John's research: just getting on with austerities, or ‘we’re fucked’?
During the global financial crisis of 2007–08, John was in the middle of several research projects based in spaces of play, youthwork and social care in the English Midlands. These spaces and communities were radically transformed by subsequent public sector funding cuts. Literally all of the youth organisations John worked with back then have now closed; literally all of the youthworkers and practitioners he worked with were made redundant. Within a few years entire, taken-for-granted categories of work/space (‘the public library’, ‘the statutory youth service’) were downsized, decommissioned and – apparently permanently – deemed unviable. John has written about some of these experiences (Horton, 2016; 2020) but, to be honest, finds it a bit too difficult.

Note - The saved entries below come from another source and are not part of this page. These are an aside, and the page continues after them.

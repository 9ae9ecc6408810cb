/**
 * The process's background runner, as far as queuing code needs it: `kickTaskRunner()` after queuing
 * a task makes the runner look now instead of at its next poll (about a second). Kept apart from
 * ./task-runner.ts so task handlers can import it without an import cycle.
 */
const globalForKick = globalThis as unknown as { __coldtrailKick?: () => void };

export function setTaskKick(kick: () => void): void {
  globalForKick.__coldtrailKick = kick;
}

export function kickTaskRunner(): void {
  globalForKick.__coldtrailKick?.();
}
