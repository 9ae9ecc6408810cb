import { describe, expect, it } from "vitest";
import fc from "fast-check";
import { reconcileFindings, type Finding, type StoredFinding } from "@coldtrail/core";

const finding = (ruleId: string, recordId: number, extra: Partial<Finding> = {}): Finding => ({
  ruleId,
  severity: "major",
  pack: ruleId.startsWith("CT-EU") ? "eu" : "us_federal",
  recordType: "job",
  recordId,
  identityKey: `${ruleId}:job:${recordId}`,
  title: "A rule",
  detail: `Detail of ${recordId}`,
  fix: "Fix it",
  citation: "40 CFR 82",
  ...extra,
});
const stored = (
  id: number,
  ruleId: string,
  recordId: number,
  state: StoredFinding["state"],
  occurredOn: string | null = "2026-05-01",
): StoredFinding => ({
  id,
  identityKey: `${ruleId}:job:${recordId}`,
  ruleId,
  state,
  occurredOn,
  dueOn: "2026-06-01",
});
const scope = { period: { from: "2026-01-01", to: "2026-12-01" }, packs: ["us_federal"] as const };

describe("reconciling a run with the stored findings", () => {
  it("keeps the identity of a finding that still holds, opens new ones, closes gone ones as no longer found", () => {
    const r = reconcileFindings({
      stored: [stored(1, "CT-EVAC-01", 10, "open"), stored(2, "CT-EVAC-01", 11, "fix_proposed"), stored(3, "CT-CERT-01", 12, "open")],
      found: [finding("CT-EVAC-01", 10, { detail: "Updated words" }), finding("CT-ACCESS-01", 13, { severity: "critical" })],
      scope,
      today: "2026-12-01",
    });
    expect(r.update).toEqual([expect.objectContaining({ id: 1, state: "open", foundAgain: false })]);
    expect(r.update[0]!.finding.detail).toBe("Updated words");
    expect(r.create.map((c) => [c.finding.identityKey, c.dueOn])).toEqual([["CT-ACCESS-01:job:13", "2026-12-08"]]);
    expect(r.resolve).toEqual([
      { id: 2, from: "fix_proposed" },
      { id: 3, from: "open" },
    ]);
  });

  it("opens a finding that was no longer found and is found again, with a fresh due date", () => {
    const r = reconcileFindings({
      stored: [stored(7, "CT-EVAC-01", 10, "no_longer_found")],
      found: [finding("CT-EVAC-01", 10)],
      scope,
      today: "2026-12-01",
    });
    expect(r.update).toEqual([expect.objectContaining({ id: 7, state: "open", foundAgain: true, dueOn: "2026-12-31" })]);
  });

  it("leaves closed and waived findings as people decided, found or not", () => {
    const r = reconcileFindings({
      stored: [stored(1, "CT-EVAC-01", 10, "closed"), stored(2, "CT-EVAC-01", 11, "waived"), stored(3, "CT-EVAC-01", 12, "waived")],
      found: [finding("CT-EVAC-01", 10), finding("CT-EVAC-01", 11)],
      scope,
      today: "2026-12-01",
    });
    expect(r.update.map((u) => [u.id, u.state])).toEqual([
      [1, "closed"],
      [2, "waived"],
    ]);
    expect(r.resolve).toEqual([]);
    expect(r.untouched).toEqual([3]);
  });

  it("does not close findings the run could not have seen: events outside the period, or another rule pack", () => {
    const r = reconcileFindings({
      stored: [
        stored(1, "CT-EVAC-01", 10, "open", "2025-06-01"),
        stored(2, "CT-EU-01", 11, "open", null),
        stored(3, "CT-CYL-02", 12, "open", null),
      ],
      found: [],
      scope,
      today: "2026-12-01",
    });
    expect(r.resolve).toEqual([{ id: 3, from: "open" }]); // a standing obligation is always in scope
    expect(r.untouched.sort()).toEqual([1, 2]);
  });

  it("running the same findings twice changes nothing the second time (property)", () => {
    fc.assert(
      fc.property(fc.uniqueArray(fc.integer({ min: 1, max: 500 }), { maxLength: 30 }), (ids) => {
        const found = ids.map((id) => finding("CT-EVAC-01", id));
        const first = reconcileFindings({ stored: [], found, scope, today: "2026-12-01" });
        const storedAfter: StoredFinding[] = first.create.map((c, i) => ({
          id: i + 1,
          identityKey: c.finding.identityKey,
          ruleId: c.finding.ruleId,
          state: "open",
          occurredOn: null,
          dueOn: c.dueOn,
        }));
        const second = reconcileFindings({ stored: storedAfter, found, scope, today: "2026-12-02" });
        expect(second.create).toEqual([]);
        expect(second.resolve).toEqual([]);
        expect(second.update.length).toBe(ids.length);
        expect(second.update.every((u) => u.state === "open" && !u.foundAgain)).toBe(true);
      }),
    );
  });
});
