import type { Metadata } from "next";
import { DisposalStatementView } from "./disposal-statement-view";

export const metadata: Metadata = { title: "Signed statement" };

export default async function DisposalStatementPage({
  params,
  searchParams,
}: {
  params: Promise<{ id: string }>;
  searchParams: Promise<{ saved?: string }>;
}) {
  const { id } = await params;
  const { saved } = await searchParams;
  return <DisposalStatementView id={id} saved={saved === "1"} />;
}
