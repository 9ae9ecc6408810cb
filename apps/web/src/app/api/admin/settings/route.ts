import { ForbiddenError, subject } from "@casl/ability";
import { organisationSettingsInput } from "@coldtrail/core";
import { getOrganisationSettings, updateOrganisationSettings } from "@coldtrail/db";
import { route } from "@/lib/api/route";

/** The organisation's name, rule packs and the tolerances the rules leave to the company. */
export const GET = route({ can: ["read", "Settings"] }, async ({ actor, ability, db }) => {
  ForbiddenError.from(ability).throwUnlessCan("read", subject("Settings", { organisationId: actor.organisationId }));
  return getOrganisationSettings(db, actor.organisationId);
});

export const PUT = route({ can: ["update", "Settings"], body: organisationSettingsInput }, async ({ actor, ability, db, body }) => {
  ForbiddenError.from(ability).throwUnlessCan("update", subject("Settings", { organisationId: actor.organisationId }));
  await updateOrganisationSettings(db, { actor: { userId: actor.userId, organisationId: actor.organisationId }, input: body });
  return getOrganisationSettings(db, actor.organisationId);
});
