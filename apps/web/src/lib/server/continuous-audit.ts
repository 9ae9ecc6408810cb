import { reevaluateBranch, type Knex } from "@coldtrail/db";

/**
 * Continuous audit. Call after a write that changes a branch's records (a job, a disposal, a cylinder
 * weighing …): the rules run again over that branch in the background and its findings are reconciled
 * (packages/db `reevaluateBranch`), so open findings close or new ones appear without waiting for the
 * next audit. Calls for one branch are coalesced: while a re-check runs, at most one more is queued.
 * Never throws; the returned promise settles when the re-check is done (tests may await it).
 */

interface BranchQueue {
  running: Promise<void> | null;
  next: Promise<void> | null;
}

const globalForContinuous = globalThis as unknown as { __coldtrailContinuous?: Map<number, BranchQueue> };
const queues: Map<number, BranchQueue> = (globalForContinuous.__coldtrailContinuous ??= new Map<number, BranchQueue>());

async function recheck(db: Knex, opts: { organisationId: number; branchId: number; actorId?: number | null }): Promise<void> {
  await new Promise<void>((resolve) => setImmediate(resolve));
  try {
    await reevaluateBranch(db, { organisationId: opts.organisationId, branchId: opts.branchId, triggeredBy: opts.actorId ?? null });
  } catch (err) {
    console.error(`[continuous audit] branch #${opts.branchId} could not be re-checked`, err);
  }
}

export function reevaluateAfterWrite(db: Knex, opts: { organisationId: number; branchId: number; actorId?: number | null }): Promise<void> {
  const q = queues.get(opts.branchId) ?? { running: null, next: null };
  queues.set(opts.branchId, q);
  if (q.next) return q.next;
  if (!q.running) {
    q.running = recheck(db, opts).finally(() => {
      q.running = null;
    });
    return q.running;
  }
  q.next = q.running.then(() => {
    q.next = null;
    q.running = recheck(db, opts).finally(() => {
      q.running = null;
    });
    return q.running;
  });
  return q.next;
}
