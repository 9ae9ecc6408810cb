import { describe, expect, it } from "vitest";
import {
  calendarDate,
  checkCylinderFill,
  enteredAmount,
  purchaseInput,
  recordDateProblem,
  shortestAmountFor,
  stripBidiControls,
  text,
  toGrams,
  type MassUnit,
} from "@coldtrail/core";

describe("the shared text helper", () => {
  const field = text({ error: "Enter it" }).trim().min(1, "Enter it").max(20, "Too long");
  const issue = (v: unknown) => {
    const r = field.safeParse(v);
    return r.success ? null : r.error.issues[0]!.message;
  };

  it("removes every bidirectional control character and keeps the visible text in stored order", () => {
    // U+202E (right-to-left override) makes "invoice‮fdp.exe" display as "invoiceexe.pdf".
    expect(field.parse("invoice\u202Efdp.exe")).toBe("invoicefdp.exe");
    const controls = [
      "\u202A",
      "\u202B",
      "\u202C",
      "\u202D",
      "\u202E",
      "\u2066",
      "\u2067",
      "\u2068",
      "\u2069",
      "\u200E",
      "\u200F",
      "\u061C",
    ];
    for (const c of controls) expect(field.parse(`a${c}b`)).toBe("ab");
    expect(stripBidiControls(controls.join(""))).toBe("");
  });

  it("refuses a NUL byte anywhere in the text", () => {
    expect(issue("ab\u0000c")).toMatch(/NUL/);
    expect(issue("\u0000")).toMatch(/NUL/);
  });

  it("refuses values made only of invisible characters, and calls plain spaces missing", () => {
    for (const v of ["\u200B", " \u200B\u200C ", "\u2060\u200D", "\u00AD", "\u3164", "\u202E\u200B"])
      expect(issue(v)).toMatch(/visible text/);
    expect(issue("   ")).toBe("Enter it");
    expect(issue("")).toBe("Enter it");
    // Visible text with a zero-width joiner inside (emoji sequences, some scripts) is kept as it is.
    expect(field.parse("a\u200Db")).toBe("a\u200Db");
  });

  it("counts the length after the controls are removed", () => {
    expect(field.parse(`${"x".repeat(20)}\u202E`)).toBe("x".repeat(20));
    expect(issue("x".repeat(21))).toBe("Too long");
  });

  it("is what the record schemas use: a purchase's supplier is cleaned and an invisible one refused", () => {
    const base = { branchId: 1, purchasedOn: "2026-01-05", refrigerant: "R-410A", amount: 25, unit: "lb" };
    expect(purchaseInput.parse({ ...base, supplierName: "Cold\u202ESupply" }).supplierName).toBe("ColdSupply");
    const r = purchaseInput.safeParse({ ...base, supplierName: "\u200B\u200B" });
    expect(r.success).toBe(false);
    expect(r.error!.issues.map((i) => i.path.join("."))).toContain("supplierName");
  });
});

describe("calendar dates", () => {
  const d = calendarDate();
  it("refuses dates that do not exist and implausibly old ones", () => {
    for (const v of ["2025-13-45", "2026-02-30", "2025-02-29", "2026-04-31", "2026-00-10"]) expect(d.safeParse(v).success, v).toBe(false);
    expect(d.safeParse("0001-01-01").success).toBe(false);
    expect(d.safeParse("1899-12-31").success).toBe(false);
    for (const v of ["2024-02-29", "2026-12-31", "1900-01-01"]) expect(d.safeParse(v).success, v).toBe(true);
  });

  it("a record's date must be after the records begin and not after today where the branch is", () => {
    // 2026-12-03 05:30 UTC is still 2026-12-02 in Chicago (UTC−6) and already 2026-12-03 in Berlin.
    const now = new Date("2026-12-03T05:30:00Z");
    const opts = { recordsBeginOn: "2023-01-01", now };
    expect(recordDateProblem("2026-12-02", { ...opts, timeZone: "America/Chicago" })).toBeNull();
    expect(recordDateProblem("2026-12-03", { ...opts, timeZone: "America/Chicago" })).toMatch(/after today \(2026-12-02/);
    expect(recordDateProblem("2026-12-03", { ...opts, timeZone: "Europe/Berlin" })).toBeNull();
    expect(recordDateProblem("2022-12-31", { ...opts, timeZone: "America/Chicago" })).toMatch(/records begin \(2023-01-01\)/);
    expect(recordDateProblem("2023-01-01", { ...opts, timeZone: "America/Chicago" })).toBeNull();
  });
});

describe("entered amounts", () => {
  it("95 lb is not a whole number of grams: the grams read back as 94.9994 lb, the entered figure as 95 lb", () => {
    const g = toGrams(95, "lb"); // 95 × 453.59237 = 43,091.275 g → 43,091 g
    expect(g).toBe(43091);
    expect(g / 453.59237).toBeCloseTo(94.9994, 4);
    expect(enteredAmount(g, 95, "lb")).toEqual({ amount: 95, unit: "lb" });
  });

  it("a typed figure that no longer matches the grams is not shown (the grams changed elsewhere)", () => {
    expect(enteredAmount(43092, 95, "lb")).toBeNull();
    expect(enteredAmount(43091, null, null)).toBeNull();
  });

  it("without a typed figure, the shortest figure that converts back to the same grams is offered", () => {
    for (const [g, unit] of [
      [43091, "lb"],
      [349, "oz"],
      [43091, "kg"],
      [1, "lb"],
      [123457, "oz"],
    ] as [number, MassUnit][]) {
      const v = shortestAmountFor(g, unit);
      expect(toGrams(v, unit), `${g} g in ${unit}`).toBe(g);
    }
    expect(shortestAmountFor(43091, "kg")).toBe(43.091);
    expect(shortestAmountFor(4536, "lb")).toBe(10);
  });
});

describe("cylinder fill", () => {
  // A 50 lb water-capacity cylinder (22,680 g) of R-410A.
  // Source: AHRI Guideline K (80 % of WC × SG; REFERENCE.md §5.2); SG 1.062 at 77 °F from the catalogue.
  const cyl = { waterCapacityG: 22680, tareG: 7938, refrigerant: "R-410A" };
  it("up to the safe fill is fine, above it needs a confirmation, above liquid-full is impossible", () => {
    expect(checkCylinderFill({ ...cyl, contentsG: 19268 })).toMatchObject({ kind: "ok", maxNetG: 19268 }); // floor(22,680 × 0.8 × 1.062) = floor(19,268.9)
    expect(checkCylinderFill({ ...cyl, contentsG: 19269 })).toMatchObject({ kind: "over_safe_fill" });
    expect(checkCylinderFill({ ...cyl, contentsG: 24086 })).toMatchObject({ kind: "over_safe_fill", liquidFullG: 24086 }); // floor(22,680 × 1.062) = floor(24,086.2)
    expect(checkCylinderFill({ ...cyl, contentsG: 24087 })).toMatchObject({ kind: "impossible" });
    // 95 lb into a cylinder whose safe fill is about 42.5 lb.
    expect(checkCylinderFill({ ...cyl, contentsG: toGrams(95, "lb") }).kind).toBe("impossible");
  });

  it("a light refrigerant is bounded by its own density, not by the water capacity", () => {
    // R-290 liquid is about half as dense as water: 20 kg cannot fit in a 22.68 kg-WC cylinder.
    // from memory: propane liquid SG about 0.49 at 77 °F; the catalogue's figure is used.
    expect(checkCylinderFill({ ...cyl, refrigerant: "R-290", contentsG: 20000 }).kind).toBe("impossible");
  });
});
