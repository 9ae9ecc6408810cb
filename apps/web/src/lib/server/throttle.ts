import "server-only";
import { createThrottle, type PublicRouteName, type Throttle } from "@coldtrail/db";
import { NextResponse } from "next/server";
import { db } from "../db";
import { env } from "../env";

const globalForThrottle = globalThis as unknown as { __coldtrailThrottle?: Throttle };

/** The throttle of this server process, counting in the shared database (see @coldtrail/db throttle.ts). */
export function throttle(): Throttle {
  globalForThrottle.__coldtrailThrottle ??= createThrottle(db(), { scale: env.COLDTRAIL_THROTTLE_SCALE });
  return globalForThrottle.__coldtrailThrottle;
}

type HeaderBag = Headers | Record<string, string | string[] | undefined>;

function header(headers: HeaderBag, name: string): string | undefined {
  if (headers instanceof Headers) return headers.get(name) ?? undefined;
  const v = headers[name] ?? headers[name.toLowerCase()];
  return Array.isArray(v) ? v.join(",") : v;
}

/**
 * The client's address. The Next.js server puts the socket's address in X-Forwarded-For when the
 * request has none; each reverse proxy in front appends the address it saw. So the address is the
 * entry COLDTRAIL_TRUSTED_PROXIES places from the right (1 by default: one proxy, or none); entries
 * further left were written by the client and are not trusted.
 */
export function clientAddress(headers: HeaderBag): string {
  const entries = (header(headers, "x-forwarded-for") ?? "")
    .split(",")
    .map((s) => s.trim())
    .filter(Boolean);
  const hops = Math.max(1, env.COLDTRAIL_TRUSTED_PROXIES);
  return entries[Math.max(0, entries.length - hops)] ?? "unknown";
}

/** The 429 answer of a throttled public route, with Retry-After. */
export function tooManyRequests(refusal: { retryAfterSeconds: number; message: string }, what: string): Response {
  return NextResponse.json(
    { error: { code: "throttled", message: `Too many ${what} from this address. ${refusal.message}` } },
    { status: 429, headers: { "Retry-After": String(refusal.retryAfterSeconds) } },
  );
}

/** Counts a request to a public route from this client; a Response (429) when it is over the limit. */
export async function throttlePublic(req: Request, route: PublicRouteName, what: string): Promise<Response | null> {
  const refusal = await throttle().publicRequest(route, clientAddress(req.headers));
  return refusal ? tooManyRequests(refusal, what) : null;
}

/** For the pages that look a link's token up (invitation, reset): a refusal message when this client opened too many. */
export async function linkOpenRefusal(): Promise<string | null> {
  const { headers } = await import("next/headers");
  const refusal = await throttle().publicRequest("link-open", clientAddress(await headers()));
  return refusal ? `Too many links were opened from this address. ${refusal.message}` : null;
}
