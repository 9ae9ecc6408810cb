import "server-only";
import type { EvidenceFile } from "@coldtrail/db";
import { putFile } from "@/lib/server/storage";
import { checkUploadPart, readUploadForm, refuseUpload, type CheckedFile, type UploadIssue } from "@/lib/server/uploads";

/**
 * Evidence files of findings, through the one upload module (type by bytes, size, pixels, decodable,
 * name sanitised); stored under a key we make. The name shown is the module's clean version.
 */

export type CheckedEvidence = CheckedFile;

/** Checks an optional file part; returns the problems under `field` instead of throwing. */
export async function checkEvidenceFile(
  part: FormDataEntryValue | null,
  field = "file",
): Promise<{ file?: CheckedEvidence; issues: UploadIssue[] }> {
  return checkUploadPart(part, { field, fallbackName: "evidence" });
}

export async function storeEvidence(
  file: CheckedEvidence,
  owner: { organisationId: number; findingId: number },
  note?: string | null,
): Promise<EvidenceFile> {
  const fileKey = await putFile({
    prefix: `findings/${owner.organisationId}/${owner.findingId}`,
    bytes: file.bytes,
    mime: file.mime,
    ext: file.ext,
  });
  return { fileKey, fileName: file.displayName, mime: file.mime, sizeBytes: file.bytes.byteLength, note: note ?? null };
}

/** Throws the collected problems as field errors (400), nothing written. */
export function refuseWith(issues: UploadIssue[]): never {
  refuseUpload(issues);
}

/** Reads a multipart form, or refuses with a message naming the field. */
export function readForm(req: Request, field: string): Promise<FormData> {
  return readUploadForm(req, field);
}
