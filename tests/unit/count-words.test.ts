import { describe, expect, it } from "vitest";
import { count, hasHave } from "../../apps/web/src/lib/client/count";

describe("counted nouns in the app's sentences", () => {
  it("says one row, not one rows", () => {
    expect(count(1, "row")).toBe("1 row");
    expect(`${count(1, "row")} ${hasHave(1)} problems`).toBe("1 row has problems");
  });

  it("uses the plural for zero and for more than one, with thousands grouped", () => {
    expect(count(0, "row")).toBe("0 rows");
    expect(count(1204, "valid row")).toBe("1,204 valid rows");
    expect(hasHave(3)).toBe("have");
  });

  it("takes an irregular plural", () => {
    expect(count(2, "branch", "branches")).toBe("2 branches");
  });
});
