import { randomUUID } from "node:crypto";
import os from "node:os";
import type { Knex } from "knex";
import { claimNextTask, completeTask, failTaskAttempt, renewTaskLease, type BackgroundTask } from "./tasks";

/**
 * The one background runner: works through `background_tasks` (audits, imports, re-checks, the
 * digest, mail). Small on purpose — see DEVELOPERS.md "Background tasks" for why no library.
 *
 * Each lane loops: claim a due task with a lease (tasks.ts), run its kind's handler while renewing the
 * lease every `heartbeatMs`, then mark it done, or record the failure (retry with backoff, or failed
 * for good). A runner that dies leaves its lease to expire; any runner then takes the task over within
 * `leaseMs` + `pollMs`, and the handler resumes from what the task's records say is done. When a lease
 * cannot be renewed (another runner took over), the handler's `signal` is aborted.
 */

export class PermanentTaskError extends Error {
  constructor(message: string) {
    super(message);
    this.name = "PermanentTaskError";
  }
}

export interface TaskContext {
  task: BackgroundTask;
  db: Knex;
  /** Aborted when this runner lost the task (lease taken over) or is stopping. */
  signal: AbortSignal;
}

export interface TaskHandler {
  run: (ctx: TaskContext) => Promise<void>;
  /** Called once when the task fails for good (attempts used up), e.g. to mark its record failed. */
  giveUp?: (ctx: { task: BackgroundTask; db: Knex; reason: string }) => Promise<void>;
  /** Plain words for the reason a failure is shown with (default: the error's message). */
  describeError?: (err: unknown) => string;
}

export interface RunnerOptions {
  handlers: Record<string, TaskHandler>;
  /** Identifies this runner in leases (default: host, pid and a random part). */
  owner?: string;
  leaseMs?: number;
  heartbeatMs?: number;
  pollMs?: number;
  /** Tasks run at the same time by this runner (default 2: a long audit does not hold up mail). */
  lanes?: number;
  /** First retry delay; doubles per attempt (default 5 s). */
  backoffBaseMs?: number;
  /** Called on each tick when idle, e.g. to queue scheduled tasks; errors are logged. */
  onIdle?: (db: Knex) => Promise<void>;
  idleEveryMs?: number;
  log?: (message: string, err?: unknown) => void;
}

export class TaskRunner {
  readonly owner: string;
  private readonly opts: Required<Omit<RunnerOptions, "onIdle" | "owner">> & Pick<RunnerOptions, "onIdle">;
  private stopping = false;
  private lanes: Promise<void>[] = [];
  private wake: (() => void)[] = [];
  private lastIdle = 0;
  private readonly controllers = new Set<AbortController>();

  constructor(
    private readonly db: Knex,
    options: RunnerOptions,
  ) {
    this.owner = options.owner ?? `${os.hostname()}:${process.pid}:${randomUUID().slice(0, 8)}`;
    this.opts = {
      handlers: options.handlers,
      leaseMs: options.leaseMs ?? 10_000,
      heartbeatMs: options.heartbeatMs ?? 3_000,
      pollMs: options.pollMs ?? 1_000,
      lanes: options.lanes ?? 2,
      backoffBaseMs: options.backoffBaseMs ?? 5_000,
      onIdle: options.onIdle,
      idleEveryMs: options.idleEveryMs ?? 30_000,
      log: options.log ?? ((m, e) => (e ? console.error(`[tasks] ${m}`, e) : console.log(`[tasks] ${m}`))),
    };
  }

  get running(): boolean {
    return this.lanes.length > 0 && !this.stopping;
  }

  start(): this {
    if (this.lanes.length) return this;
    this.stopping = false;
    for (let i = 0; i < this.opts.lanes; i += 1) this.lanes.push(this.lane(i));
    return this;
  }

  /** Looks for work now instead of at the next poll (call after queuing a task). */
  kick(): void {
    for (const w of this.wake.splice(0)) w();
  }

  /** Stops claiming; running handlers are aborted and their tasks left to lease expiry (resumed by any runner). */
  async stop(): Promise<void> {
    this.stopping = true;
    for (const c of this.controllers) c.abort();
    this.kick();
    await Promise.all(this.lanes);
    this.lanes = [];
  }

  /** Runs due tasks until none is left (scripts and tests); returns how many ran. */
  async drain(opts: { kinds?: string[]; max?: number } = {}): Promise<number> {
    let n = 0;
    while (n < (opts.max ?? Infinity)) {
      const ran = await this.runOne(opts.kinds);
      if (!ran) break;
      n += 1;
    }
    return n;
  }

  private sleep(ms: number): Promise<void> {
    return new Promise((resolve) => {
      const timer = setTimeout(done, ms);
      timer.unref?.();
      this.wake.push(done);
      function done() {
        clearTimeout(timer);
        resolve();
      }
    });
  }

  private async lane(index: number): Promise<void> {
    while (!this.stopping) {
      let ran = false;
      try {
        if (index === 0 && this.opts.onIdle && Date.now() - this.lastIdle >= this.opts.idleEveryMs) {
          this.lastIdle = Date.now();
          await this.opts.onIdle(this.db).catch((err: unknown) => this.opts.log("scheduled work failed", err));
        }
        ran = await this.runOne();
      } catch (err) {
        this.opts.log("could not claim work", err);
      }
      if (!ran && !this.stopping) await this.sleep(this.opts.pollMs);
    }
  }

  /** Claims and runs one task; false when none was due. */
  async runOne(kinds?: string[]): Promise<boolean> {
    const known = Object.keys(this.opts.handlers);
    const task = await claimNextTask(this.db, {
      owner: this.owner,
      leaseMs: this.opts.leaseMs,
      kinds: kinds ? kinds.filter((k) => known.includes(k)) : known,
    });
    if (!task) return false;
    const handler = this.opts.handlers[task.kind]!;
    const controller = new AbortController();
    this.controllers.add(controller);
    const beat = setInterval(() => {
      renewTaskLease(this.db, { id: task.id, owner: this.owner, leaseMs: this.opts.leaseMs })
        .then((mine) => {
          if (!mine) controller.abort();
        })
        .catch((err: unknown) => this.opts.log(`heartbeat of task #${task.id} failed`, err));
    }, this.opts.heartbeatMs);
    beat.unref?.();
    try {
      if (task.attempts > task.maxAttempts) {
        // Claimed again after its runner stopped too often (an expired lease counts as an attempt).
        const reason = `Interrupted ${task.attempts - 1} times (the server stopped while it ran)`;
        await this.giveUp(handler, task, reason);
        return true;
      }
      await handler.run({ task, db: this.db, signal: controller.signal });
      if (!controller.signal.aborted) await completeTask(this.db, { id: task.id, owner: this.owner });
    } catch (err) {
      if (controller.signal.aborted && this.stopping) return true; // left for lease expiry
      const reason = handler.describeError?.(err) ?? (err instanceof Error ? err.message : String(err));
      const outcome = await failTaskAttempt(this.db, {
        id: task.id,
        owner: this.owner,
        error: reason,
        permanent: err instanceof PermanentTaskError,
        backoffBaseMs: this.opts.backoffBaseMs,
      });
      if (outcome === "failed")
        await handler.giveUp?.({ task, db: this.db, reason }).catch((e: unknown) => this.opts.log("giveUp failed", e));
      this.opts.log(`${task.kind} task #${task.id} ${outcome === "retry" ? "will be retried" : outcome}: ${reason}`, err);
    } finally {
      clearInterval(beat);
      this.controllers.delete(controller);
    }
    return true;
  }

  private async giveUp(handler: TaskHandler, task: BackgroundTask, reason: string): Promise<void> {
    const outcome = await failTaskAttempt(this.db, { id: task.id, owner: this.owner, error: reason, permanent: true });
    if (outcome === "failed") await handler.giveUp?.({ task, db: this.db, reason });
  }
}
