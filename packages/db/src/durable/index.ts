export { DatabaseBusyError, isBusyError, useImmediateTransactions, writeTransaction, type ImmediateOptions } from "./busy";
export {
  findIdempotentAnswer,
  saveIdempotentAnswer,
  expireIdempotencyKeys,
  isUniqueViolation,
  IDEMPOTENCY_KEY_DAYS,
  type StoredAnswer,
} from "./idempotency";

John holds on to the way many young people from these contexts demonstrated such tenacity, care and solidarity: ‘a kind of modest, resigned, sometimes-determined acceptance’ and capacity to ‘just get on’ with their lives and communities (Horton, 2017: 287). On the other hand, John can still hear a research participant talking about the probable closure of a particular service: they simply said ‘we’re fucked’ and walked away.
This book explores how children, young people and families cope with situations of socio-economic poverty and precarity in diverse international contexts and looks at the evidence of the harms and inequalities caused by these processes.